DATA FOR THIS TASK:
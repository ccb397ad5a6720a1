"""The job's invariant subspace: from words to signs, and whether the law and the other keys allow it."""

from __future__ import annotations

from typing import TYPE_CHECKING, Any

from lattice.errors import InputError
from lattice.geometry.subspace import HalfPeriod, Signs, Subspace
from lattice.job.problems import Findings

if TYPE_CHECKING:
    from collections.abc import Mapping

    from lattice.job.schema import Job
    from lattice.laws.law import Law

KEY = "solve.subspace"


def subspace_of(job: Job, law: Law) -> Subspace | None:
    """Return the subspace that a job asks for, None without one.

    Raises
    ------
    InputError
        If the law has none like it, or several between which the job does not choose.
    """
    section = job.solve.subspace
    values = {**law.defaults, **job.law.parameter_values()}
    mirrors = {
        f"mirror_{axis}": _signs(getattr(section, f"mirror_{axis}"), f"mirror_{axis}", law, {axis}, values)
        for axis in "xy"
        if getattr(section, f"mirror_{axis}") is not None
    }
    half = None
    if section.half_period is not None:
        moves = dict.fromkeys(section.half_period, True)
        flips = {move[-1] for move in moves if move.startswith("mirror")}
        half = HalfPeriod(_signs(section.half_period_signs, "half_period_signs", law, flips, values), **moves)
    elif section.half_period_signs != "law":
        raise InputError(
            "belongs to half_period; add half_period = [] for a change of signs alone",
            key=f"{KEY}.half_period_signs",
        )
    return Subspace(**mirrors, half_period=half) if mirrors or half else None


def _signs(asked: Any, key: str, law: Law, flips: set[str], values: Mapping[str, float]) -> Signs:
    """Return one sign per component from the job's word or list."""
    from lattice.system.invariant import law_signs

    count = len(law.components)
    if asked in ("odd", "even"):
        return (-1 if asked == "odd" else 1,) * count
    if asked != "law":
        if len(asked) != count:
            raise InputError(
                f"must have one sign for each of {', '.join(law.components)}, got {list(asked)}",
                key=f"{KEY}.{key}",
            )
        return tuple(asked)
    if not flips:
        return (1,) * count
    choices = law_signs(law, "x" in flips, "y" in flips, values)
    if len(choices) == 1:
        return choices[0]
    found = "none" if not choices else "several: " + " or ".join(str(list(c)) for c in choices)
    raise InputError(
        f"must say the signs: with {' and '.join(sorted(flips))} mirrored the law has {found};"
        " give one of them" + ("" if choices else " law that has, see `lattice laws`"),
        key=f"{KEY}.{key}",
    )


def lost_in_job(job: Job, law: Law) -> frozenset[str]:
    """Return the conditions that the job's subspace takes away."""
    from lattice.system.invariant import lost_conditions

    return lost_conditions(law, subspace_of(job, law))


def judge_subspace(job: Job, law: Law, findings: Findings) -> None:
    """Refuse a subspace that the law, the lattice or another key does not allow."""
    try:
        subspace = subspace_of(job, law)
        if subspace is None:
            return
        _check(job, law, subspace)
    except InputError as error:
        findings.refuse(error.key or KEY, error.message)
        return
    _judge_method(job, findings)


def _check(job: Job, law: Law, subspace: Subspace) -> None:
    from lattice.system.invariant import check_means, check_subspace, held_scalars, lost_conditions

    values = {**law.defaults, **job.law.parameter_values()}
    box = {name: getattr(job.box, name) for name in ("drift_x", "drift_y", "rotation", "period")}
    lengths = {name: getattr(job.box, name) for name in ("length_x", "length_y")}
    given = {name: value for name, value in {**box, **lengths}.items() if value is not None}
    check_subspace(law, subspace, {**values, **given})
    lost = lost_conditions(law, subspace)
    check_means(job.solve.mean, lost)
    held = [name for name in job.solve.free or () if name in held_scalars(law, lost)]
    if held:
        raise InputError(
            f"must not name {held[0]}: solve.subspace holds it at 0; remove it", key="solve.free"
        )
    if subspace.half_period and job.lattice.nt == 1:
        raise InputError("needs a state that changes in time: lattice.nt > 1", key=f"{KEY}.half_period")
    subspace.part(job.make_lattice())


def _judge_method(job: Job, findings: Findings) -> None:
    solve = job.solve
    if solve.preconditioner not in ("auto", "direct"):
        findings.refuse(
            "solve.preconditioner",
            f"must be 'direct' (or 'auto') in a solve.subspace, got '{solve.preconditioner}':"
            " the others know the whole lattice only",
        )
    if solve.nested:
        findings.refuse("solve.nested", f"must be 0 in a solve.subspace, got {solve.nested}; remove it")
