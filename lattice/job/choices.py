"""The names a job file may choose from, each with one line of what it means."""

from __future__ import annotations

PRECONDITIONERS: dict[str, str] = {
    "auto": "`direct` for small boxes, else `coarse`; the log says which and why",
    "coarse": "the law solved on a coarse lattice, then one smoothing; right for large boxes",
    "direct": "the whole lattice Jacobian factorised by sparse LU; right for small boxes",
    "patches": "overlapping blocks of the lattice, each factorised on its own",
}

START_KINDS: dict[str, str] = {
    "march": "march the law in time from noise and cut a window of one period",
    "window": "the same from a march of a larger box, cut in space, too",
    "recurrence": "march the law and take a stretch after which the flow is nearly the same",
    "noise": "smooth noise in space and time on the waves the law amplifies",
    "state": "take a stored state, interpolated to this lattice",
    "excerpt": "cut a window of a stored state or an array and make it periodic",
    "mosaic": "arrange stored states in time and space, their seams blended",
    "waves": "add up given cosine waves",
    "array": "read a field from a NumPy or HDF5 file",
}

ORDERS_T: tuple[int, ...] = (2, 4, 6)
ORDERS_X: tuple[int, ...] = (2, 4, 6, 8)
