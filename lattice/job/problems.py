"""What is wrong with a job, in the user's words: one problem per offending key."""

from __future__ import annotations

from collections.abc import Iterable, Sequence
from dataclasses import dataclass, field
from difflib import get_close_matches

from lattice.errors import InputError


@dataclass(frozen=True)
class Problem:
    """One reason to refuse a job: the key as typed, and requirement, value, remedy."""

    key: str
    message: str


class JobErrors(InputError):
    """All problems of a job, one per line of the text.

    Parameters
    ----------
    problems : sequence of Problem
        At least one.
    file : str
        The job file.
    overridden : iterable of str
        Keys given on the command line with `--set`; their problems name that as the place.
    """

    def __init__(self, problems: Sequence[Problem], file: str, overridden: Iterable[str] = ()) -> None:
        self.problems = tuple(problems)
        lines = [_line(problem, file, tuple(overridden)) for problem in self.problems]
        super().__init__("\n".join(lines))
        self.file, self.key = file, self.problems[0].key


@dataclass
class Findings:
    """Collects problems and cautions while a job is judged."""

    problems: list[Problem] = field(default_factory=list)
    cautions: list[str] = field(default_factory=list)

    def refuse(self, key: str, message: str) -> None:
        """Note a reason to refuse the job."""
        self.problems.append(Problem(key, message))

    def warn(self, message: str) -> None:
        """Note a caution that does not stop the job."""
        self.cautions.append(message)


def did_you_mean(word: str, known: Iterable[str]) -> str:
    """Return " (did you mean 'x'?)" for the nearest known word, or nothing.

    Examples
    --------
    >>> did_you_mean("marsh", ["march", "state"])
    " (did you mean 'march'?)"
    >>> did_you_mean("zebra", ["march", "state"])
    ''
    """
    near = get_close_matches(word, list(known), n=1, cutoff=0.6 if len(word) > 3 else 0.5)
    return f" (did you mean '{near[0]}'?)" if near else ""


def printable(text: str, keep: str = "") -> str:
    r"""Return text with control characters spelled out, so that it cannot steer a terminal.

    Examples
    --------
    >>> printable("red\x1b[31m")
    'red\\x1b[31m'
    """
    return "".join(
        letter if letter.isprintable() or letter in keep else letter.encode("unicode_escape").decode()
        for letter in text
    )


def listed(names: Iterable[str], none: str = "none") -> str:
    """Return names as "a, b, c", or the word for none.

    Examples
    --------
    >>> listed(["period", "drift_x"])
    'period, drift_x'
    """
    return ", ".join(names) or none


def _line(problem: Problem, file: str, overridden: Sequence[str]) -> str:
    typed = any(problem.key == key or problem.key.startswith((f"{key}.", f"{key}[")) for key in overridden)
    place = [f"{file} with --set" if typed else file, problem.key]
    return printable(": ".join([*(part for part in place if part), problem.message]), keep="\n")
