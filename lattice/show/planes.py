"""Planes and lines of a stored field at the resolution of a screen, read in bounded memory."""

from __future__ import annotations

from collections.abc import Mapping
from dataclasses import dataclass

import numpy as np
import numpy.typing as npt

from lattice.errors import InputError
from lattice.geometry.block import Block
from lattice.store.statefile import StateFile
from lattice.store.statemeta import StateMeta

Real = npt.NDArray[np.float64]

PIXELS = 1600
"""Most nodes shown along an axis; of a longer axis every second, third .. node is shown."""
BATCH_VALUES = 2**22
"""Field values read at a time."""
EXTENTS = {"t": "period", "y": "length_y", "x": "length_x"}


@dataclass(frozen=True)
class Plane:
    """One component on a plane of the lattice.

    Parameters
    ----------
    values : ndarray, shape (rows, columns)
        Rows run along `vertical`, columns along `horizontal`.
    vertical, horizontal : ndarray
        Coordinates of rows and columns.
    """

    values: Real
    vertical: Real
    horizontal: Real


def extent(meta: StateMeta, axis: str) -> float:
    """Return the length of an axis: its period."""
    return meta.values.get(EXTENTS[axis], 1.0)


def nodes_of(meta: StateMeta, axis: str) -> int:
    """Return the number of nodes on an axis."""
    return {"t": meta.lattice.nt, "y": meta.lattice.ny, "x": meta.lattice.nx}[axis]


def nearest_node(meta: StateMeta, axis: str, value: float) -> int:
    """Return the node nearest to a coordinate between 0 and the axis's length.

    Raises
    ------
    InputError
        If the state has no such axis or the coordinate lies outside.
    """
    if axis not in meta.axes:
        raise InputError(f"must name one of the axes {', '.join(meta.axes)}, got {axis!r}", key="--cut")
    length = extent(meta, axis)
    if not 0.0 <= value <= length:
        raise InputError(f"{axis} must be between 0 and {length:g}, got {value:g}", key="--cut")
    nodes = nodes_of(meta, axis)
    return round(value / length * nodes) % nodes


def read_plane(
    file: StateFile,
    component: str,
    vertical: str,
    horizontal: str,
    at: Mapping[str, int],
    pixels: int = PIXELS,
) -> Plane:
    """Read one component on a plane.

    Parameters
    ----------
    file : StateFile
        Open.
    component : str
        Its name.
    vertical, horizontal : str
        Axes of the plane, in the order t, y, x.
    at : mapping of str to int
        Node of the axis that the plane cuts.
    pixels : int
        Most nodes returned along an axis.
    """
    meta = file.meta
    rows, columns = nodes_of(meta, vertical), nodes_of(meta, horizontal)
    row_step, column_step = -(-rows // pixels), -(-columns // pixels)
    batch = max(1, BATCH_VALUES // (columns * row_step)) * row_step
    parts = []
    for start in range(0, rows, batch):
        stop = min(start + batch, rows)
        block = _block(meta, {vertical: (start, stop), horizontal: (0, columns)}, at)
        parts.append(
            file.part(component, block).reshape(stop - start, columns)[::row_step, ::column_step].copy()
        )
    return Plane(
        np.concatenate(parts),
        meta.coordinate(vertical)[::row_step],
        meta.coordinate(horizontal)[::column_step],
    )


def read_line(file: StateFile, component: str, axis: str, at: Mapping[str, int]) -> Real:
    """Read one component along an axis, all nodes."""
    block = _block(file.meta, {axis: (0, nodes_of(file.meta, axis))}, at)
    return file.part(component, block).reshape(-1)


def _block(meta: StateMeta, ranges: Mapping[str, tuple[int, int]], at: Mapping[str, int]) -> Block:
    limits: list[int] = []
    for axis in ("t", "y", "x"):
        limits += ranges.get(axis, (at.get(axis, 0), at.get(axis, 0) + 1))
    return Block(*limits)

WHAT THE EXERCISE ASKS:
Using the entries above, find all lines with "small". Copy them.

TASK SOLUTION:
    "auto": "`direct` for small boxes, else `coarse`; the log says which and why",
    "direct": "the whole lattice Jacobian factorised by sparse LU; right for small boxes",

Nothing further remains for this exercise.